Habitat.—Indian Ocean, Zanzibar, Pullen, depth 2200 fathoms.
2. Cubotholonium ellipsoides, n. sp. (Pl. [10], fig. 15).
Tholothauma ellipsoides, Haeckel, 1883, MS.
Outer cortical shell (or veil) ellipsoidal, with very thin irregular network and thorny surface. Inner cortical shell double, with six double, flatly vaulted cupolas, surrounding the six sides of the Larnacilla-shaped central chamber; the double domes of each shell are in opposite pairs somewhat larger than the alternating pairs. Pores subregular, circular, about the same breadth as the bars; eight to twelve in the basal semicircle of one cupola. Central chamber with ellipsoidal medullary shell. Radial spines short, very numerous.
Dimensions.—Major axis of the outer cortical shell 0.28, minor 0.24; major axis of the inner cortical shell 0.16, minor axis 0.14; pores and bars 0.006; medullary shell 0.03.
Habitat.—Pacific, central area, Station 271, depth 2425 fathoms.
Family XXVIII. Zonarida, n. fam. (Pl. [50], figs. 9-12).

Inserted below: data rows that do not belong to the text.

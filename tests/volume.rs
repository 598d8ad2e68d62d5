//! Cell volume (clamp-and-volume.md, "Cell volume") against the outside world: the
//! Boyle–van 't Hoff law after a bath step (instant water, and a finite osmotic permeability
//! against the closed form of its approach), the Donnan equilibrium of a cell with only K+ and
//! Cl- permeant (the quadratic solved here by hand), Tosteson & Hoffman's pump–leak results,
//! conservation of mass and charge, an independent ODE solver, a working-pump cell at rest, and
//! what a bad file gets.
//!
//! Every scenario written out here is invented for these tests.

mod common;
use common::{ode, reference, tight, valid};
use permeant::analysis::rest_report;
use permeant::engine::{Model, Run, SolverSettings};
use permeant::scenario::{AgentTarget, Event, Scenario, ScenarioError, from_str};

fn scenario(text: &str) -> Scenario {
    from_str(text, "test scenario")
        .unwrap_or_else(|e| panic!("{e}"))
        .into_inner()
}

fn run_to_end(s: &Scenario, settings: SolverSettings) -> Run {
    let mut r = Run::new(&valid(s), settings).expect("run starts");
    r.run_to_end().expect("run finishes");
    r
}

/// The relative volume and inside osmolarity of every sample of a run.
fn volume_and_osmolarity(r: &Run) -> (Vec<f64>, Vec<f64>) {
    let model = r.model();
    let tr = r.trace();
    let mut y = vec![0.0; model.dim()];
    let (mut w, mut osm) = (Vec::new(), Vec::new());
    for k in 0..tr.len() {
        tr.state(k, &mut y);
        w.push(model.volume_rel(&y));
        osm.push(model.osm_in_mosm(&y));
    }
    (w, osm)
}

/// Inside concentration of species `s` at every sample (its amount over the volume).
fn inside_mm(r: &Run, s: usize) -> Vec<f64> {
    let model = r.model();
    let tr = r.trace();
    let mut y = vec![0.0; model.dim()];
    let mut readout = model.readout();
    (0..tr.len())
        .map(|k| {
            tr.state(k, &mut y);
            model.read(tr.t_ms[k], &y, &mut readout);
            readout.conditions.inside_mm[s]
        })
        .collect()
}

// ---------------------------------------------------------------------------------------------
// Boyle–van 't Hoff
// ---------------------------------------------------------------------------------------------

/// A cell whose only inside solute is impermeant (300 mM of X; K+ is permeant but absent on
/// both sides, so no ion moves and V stays where it starts). The bath holds 150 mM of an
/// impermeant cation and 150 mM of an impermeant anion until `at_ms`, then `after_mm` of each.
fn impermeant_cell(water: &str, after_mm: f64, duration_ms: f64, sample_ms: f64) -> Scenario {
    scenario(&format!(
        r#"(
    format: 1,
    cell: (diameter_um: 20.0, volume: Tracked(water: {water}, impermeant: Some((inside_mm: 300.0, charge: 0.0)))),
    species: [
        (name: "K+", charge: 1, inside_mm: 0.0, outside_mm: 0.0, permeability_cm_per_s: 1.0e-7),
        (name: "NMDG+", charge: 1, inside_mm: 0.0, outside_mm: 150.0, permeability_cm_per_s: 0.0),
        (name: "gluconate-", charge: -1, inside_mm: 0.0, outside_mm: 150.0, permeability_cm_per_s: 0.0),
    ],
    protocol: [
        BathChange(species: "NMDG+", outside_mm: {after_mm:?}, at_ms: 10.0),
        BathChange(species: "gluconate-", outside_mm: {after_mm:?}, at_ms: 10.0),
    ],
    run: (duration_ms: {duration_ms:?}, sample_ms: {sample_ms:?}, start: Voltage(-60.0)),
)"#
    ))
}

#[test]
fn instant_water_follows_the_boyle_van_t_hoff_law() {
    // Boyle–van 't Hoff: a cell whose solutes are all impermeant keeps osm·W constant, so a
    // bath step from osm_out,0 to osm_out,1 takes it to W = osm_out,0/osm_out,1 (van 't Hoff's
    // ideal osmotic pressure; Lucké & McCutcheon 1932, Physiol. Rev. 12:68, from memory).
    for after_mm in [100.0, 200.0, 75.0] {
        let s = impermeant_cell("Instant", after_mm, 20.0, 1.0);
        let r = run_to_end(&s, SolverSettings::default());
        let (w, osm) = volume_and_osmolarity(&r);
        let expected = 300.0 / (2.0 * after_mm);
        assert!((w[0] - 1.0).abs() < 1e-14, "W(0) = {}", w[0]);
        for k in 0..w.len() {
            let t = r.trace().t_ms[k];
            let want = if t < 10.0 { 1.0 } else { expected };
            assert!(
                (w[k] - want).abs() < 1e-12 * want,
                "bath {after_mm} mM: W({t} ms) = {}, Boyle–van 't Hoff {want}",
                w[k]
            );
            // Instant water: the inside is iso-osmotic with the bath at every instant.
            let bath = if t < 10.0 { 300.0 } else { 2.0 * after_mm };
            assert!(
                (osm[k] - bath).abs() < 1e-10 * bath,
                "osm_in {} at {t} ms",
                osm[k]
            );
        }
    }
}

#[test]
fn finite_water_permeability_approaches_boyle_van_t_hoff_with_the_linearised_time_constant() {
    // dW/dt = (A/Vol₀)·P_f·v_w·(N/W − O) (clamp-and-volume.md), with N the inside osmoles per
    // starting volume and O the bath's osmolarity. Its equilibrium is W* = N/O (Boyle–van 't
    // Hoff), and linearised about W* it decays as e^(−t/τ) with
    //     τ = W* / (k·O),  k = (A/Vol₀)·P_f·v_w,
    // (the derivative of N/W at W* is −O/W*). The equation also integrates exactly:
    //     k·O·t = (W₀ − W) + W*·ln((W* − W₀)/(W* − W)),
    // which the whole trace is held to. Constants written here from their definitions:
    // A/Vol₀ = 6/d for a sphere, v_w = 18 cm³/mol, osmolarity in mol/cm³ (1 mOsm = 1e-6).
    let pf_um_per_s = 50.0;
    let s = impermeant_cell(
        &format!("Permeability(pf_um_per_s: {pf_um_per_s:?})"),
        125.0,
        200_000.0,
        100.0,
    );
    let d_cm = 20e-4;
    let k_per_ms_per_mosm = (6.0 / d_cm) * (pf_um_per_s * 1e-4) * 18.0 * 1e-6 * 1e-3;
    let (n, o) = (300.0, 250.0);
    let w_star = n / o;
    let tau_ms = w_star / (k_per_ms_per_mosm * o);
    println!("W* {w_star}, linearised τ {} s", tau_ms / 1e3);
    assert!(
        tau_ms > 5e3 && tau_ms < 50e3,
        "τ = {tau_ms} ms is no sensible test case"
    );

    let r = run_to_end(&s, tight());
    let (w, _) = volume_and_osmolarity(&r);
    let t = &r.trace().t_ms;
    // The exact solution, read as t(W), at every sample after the step.
    for k in 0..w.len() {
        if t[k] <= 10.0 {
            assert!((w[k] - 1.0).abs() < 1e-12);
            continue;
        }
        if w_star - w[k] < 1e-6 {
            break;
        }
        let rate = k_per_ms_per_mosm * o;
        let t_exact = 10.0 + ((1.0 - w[k]) + w_star * ((w_star - 1.0) / (w_star - w[k])).ln()) / rate;
        // A time error converted to the volume error it stands for, through dW/dt there.
        let w_error = (t_exact - t[k]) * rate * (w_star - w[k]) / w[k];
        assert!(
            w_error.abs() < 1e-8,
            "W = {} at {} ms; the closed form puts it at {t_exact} ms",
            w[k],
            t[k]
        );
    }
    // Late in the approach the decay rate is the linearised one.
    let at = |t_ms: f64| w[(t_ms / 100.0).round() as usize];
    let (t1, t2) = (6.0 * tau_ms, 8.0 * tau_ms);
    let seen_tau = (t2 - t1) / ((w_star - at(t1)) / (w_star - at(t2))).ln();
    println!("τ seen late {} s", seen_tau / 1e3);
    assert!(
        (seen_tau / tau_ms - 1.0).abs() < 2e-3,
        "late τ {seen_tau} ms, linearised {tau_ms} ms"
    );
    assert!(
        (w[w.len() - 1] - w_star).abs() < 1e-5,
        "final W {}",
        w[w.len() - 1]
    );
}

Definition.—Larcoidea with regular, completely latticed cortical shell, distinguished by two to four or more annular constrictions, which lie (all or partly) in the dimensive planes (sagittal, transverse, or lateral), and by which four to eight or more vaulted cupolas or dome-like chambers become separated. In the centre of this chambered cortical shell lies constantly a trizonal or Larnacilla-shaped medullary shell.
The family Zonarida comprises a small number of peculiar Larcoidea, resembling the Tholonida in the composition of the polythalamous cortical shell by a number of cupolas or dome-shaped protuberances. But the disposition and origin of these latter are quite different. Whilst in the Tholonida the axes of the domes are dimensive axes, and these are separated by annular constrictions lying in diagonal planes, in the Zonarida we find the contrary; the axes of the domes are here diagonal axes, and these are separated by annular constrictions lying in dimensive planes. However, this definition agrees absolutely only in the four-chambered Zonarium and in the eight-chambered Zonidium, whilst in the six chambered Zoniscus only four domes are disposed according to this law, two others, however, in the same manner as in the Tholonida. Therefore this genus is intermediate between both families.
The Cortical Shell of the Zonarida is in all cases completely latticed and of regular lentelliptical fundamental form, as in the nearly allied Larnacida and Tholonida. The three dimensive axes are constantly of different sizes, each with two equal poles; commonly (as in the human body) the principal or longitudinal axis is the longest, the sagittal (or dorso-ventral) axis the shortest; the transverse (or lateral) axis being intermediate between them. Of the three dimensive planes the lateral plane is the largest (determined by the principal and transverse axes); the smallest is the equatorial plane (crossed by the transverse and sagittal axes); the sagittal plane (determined by the sagittal and principal axes) being intermediate between them.